参考相关文章,并整理了遇到的问题
https://blog.csdn.net/qq_31922231/article/details/98056113
https://baijiahao.baidu.com/s?id=1619270849703818962&wfr=spider&for=pc
一、环境信息
组件 | 版本 |
---|---|
python | 2.7 |
cdh | 5.13 |
kerberos | true |
二、安装相关包及配置
- python相关依赖包
pip install krbcontext==0.9
pip install thrift==0.9.3
pip install thrift-sasl==0.2.1
pip install impyla==0.14.1
pip install impala==0.2.0
pip install pykerberos==1.2.1
- 配置krb5.conf
安装了kerberos相关的包,/etc下面有个krb5.conf文件,换成自己集群的krb5.conf文件
三、连接hive的示例代码:
import os
from impala.dbapi import connect
from krbcontext import krbcontext
def explain_sql():
# impala连接
try:
krbcontext(using_keytab=True,
principal='hive/bi-hadoop02.xxxx.com',
keytab_file='/opt/hive.keytab')
conn = connect(host='impala-jdbc.xxxx.com',
port=21050,
auth_mechanism='GSSAPI',
kerberos_service_name='hive')
cur = conn.cursor()
cur.execute('show tables')
fetchData = cur.fetchall()
# 关闭连接
cur.close()
conn.close()
except Exception as e:
print(e)
四、报错内容
本以为根据参考文章就已经大功告成了,没想到居然报错了。报错内容贴下:
Could not start SASL: Error in sasl_client_start (-1) SASL(-1): generic failure: GSSAPI Error: Unspecified GSS failure. Minor code may provide more information (Credentials cache file '/tmp/krb5cc_0' not found)
Traceback (most recent call last):
File "./impala_jdbc.py", line 72, in <module>
parse_database(fetchData)
File "./impala_jdbc.py", line 38, in parse_database
for data in fetchData:
TypeError: 'NoneType' object is not iterable
看了下报错,大致原因是因为跑python脚本这台服务器,没有认证kerberos权限或者权限失效了。

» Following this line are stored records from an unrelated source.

"""Safety margin on a predicted process time, and the check of an equipment cycle against it.

plan time = predicted time × (1 + margin_percent/100) + fixed minutes

The margin covers model error and product/equipment variability; its size is the site's decision
(common practice: 10–25 % on predicted chilling times, plus any fixed loading allowance).
"""

from __future__ import annotations

from dataclasses import dataclass

from procplan import validate


def plan_time_min(predicted_min: float, margin_percent: float, fixed_min: float = 0.0) -> float:
    """Planned time [min] = predicted × (1 + margin/100) + fixed.

    >>> plan_time_min(100.0, 20.0, 5.0)
    125.0
    """
    p = validate.number("predicted_min", predicted_min, minimum=0.0, unit="min")
    m = validate.number("margin_percent", margin_percent, minimum=0.0, unit="%")
    f = validate.number("fixed_min", fixed_min, minimum=0.0, unit="min")
    return p * (1.0 + m / 100.0) + f


@dataclass(frozen=True)
class MarginCheck:
    """An equipment cycle compared with the planned time.

    predicted_min : predicted process time [min]
    plan_min : predicted time with the margin [min]
    cycle_min : the equipment's cycle time [min]
    spare_min : cycle − plan [min] (negative: the cycle is too short)
    cycle_too_short : True when the cycle is shorter than the planned time
    message : one line for reports
    """

    predicted_min: float
    margin_percent: float
    fixed_min: float
    plan_min: float
    cycle_min: float
    spare_min: float
    cycle_too_short: bool
    message: str


def check_cycle(
    predicted_min: float, cycle_min: float, margin_percent: float, fixed_min: float = 0.0
) -> MarginCheck:
    """Flag an equipment cycle shorter than the predicted time plus the safety margin.

    Parameters
    ----------
    predicted_min : predicted process time [min], ≥ 0
    cycle_min : equipment cycle time [min], > 0
    margin_percent : safety margin [%], ≥ 0
    fixed_min : fixed allowance added after the margin [min], ≥ 0

    >>> c = check_cycle(100.0, 110.0, 20.0)
    >>> c.plan_min, c.cycle_too_short, c.spare_min
    (120.0, True, -10.0)
    """
    plan = plan_time_min(predicted_min, margin_percent, fixed_min)
    cyc = validate.positive("cycle_min", cycle_min, "min")
    spare = cyc - plan
    short = spare < 0
    if short:
        msg = f"cycle of {cyc:g} min is {-spare:.1f} min shorter than the planned {plan:.1f} min (predicted {predicted_min:g} min + {margin_percent:g} % + {fixed_min:g} min)"
    else:
        msg = f"cycle of {cyc:g} min covers the planned {plan:.1f} min with {spare:.1f} min to spare"
    return MarginCheck(
        float(predicted_min), float(margin_percent), float(fixed_min), plan, cyc, spare, short, msg
    )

参考https://baijiahao.baidu.com/s?id=1619270849703818962&wfr=spider&for=pc
五、解决方法
1. klist
查看是否有kerberos认证
果然没有权限
2. 添加代码
import os
os.system("kinit -kt /opt/hive.keytab hive/admin")
添加上述代码,就是每次使用jdbc时,都先认证一下防止principal过期或者跟换成别的principal,导致权限不够,没有访问impala的权限。
== 贴下完整代码 ==:
import os
from impala.dbapi import connect
from krbcontext import krbcontext
def explain_sql():
os.system("kinit -kt /opt/hive.keytab hive/admin")
# impala连接
try:
krbcontext(using_keytab=True,
principal='hive/bi-hadoop02.xxxx.com',
keytab_file='/opt/hive.keytab')
conn = connect(host='impala-jdbc.xxxx.com',
port=21050,
auth_mechanism='GSSAPI',
kerberos_service_name='hive')
cur = conn.cursor()
cur.execute('show tables')
fetchData = cur.fetchall()
# 关闭连接
cur.close()
conn.close()
except Exception as e:
print(e)
六、总结
之前java写的较多,java代码认证kerberos是在代码级别的,而python是服务器级别,所以需要手动认证一下,还是对python 不太了解。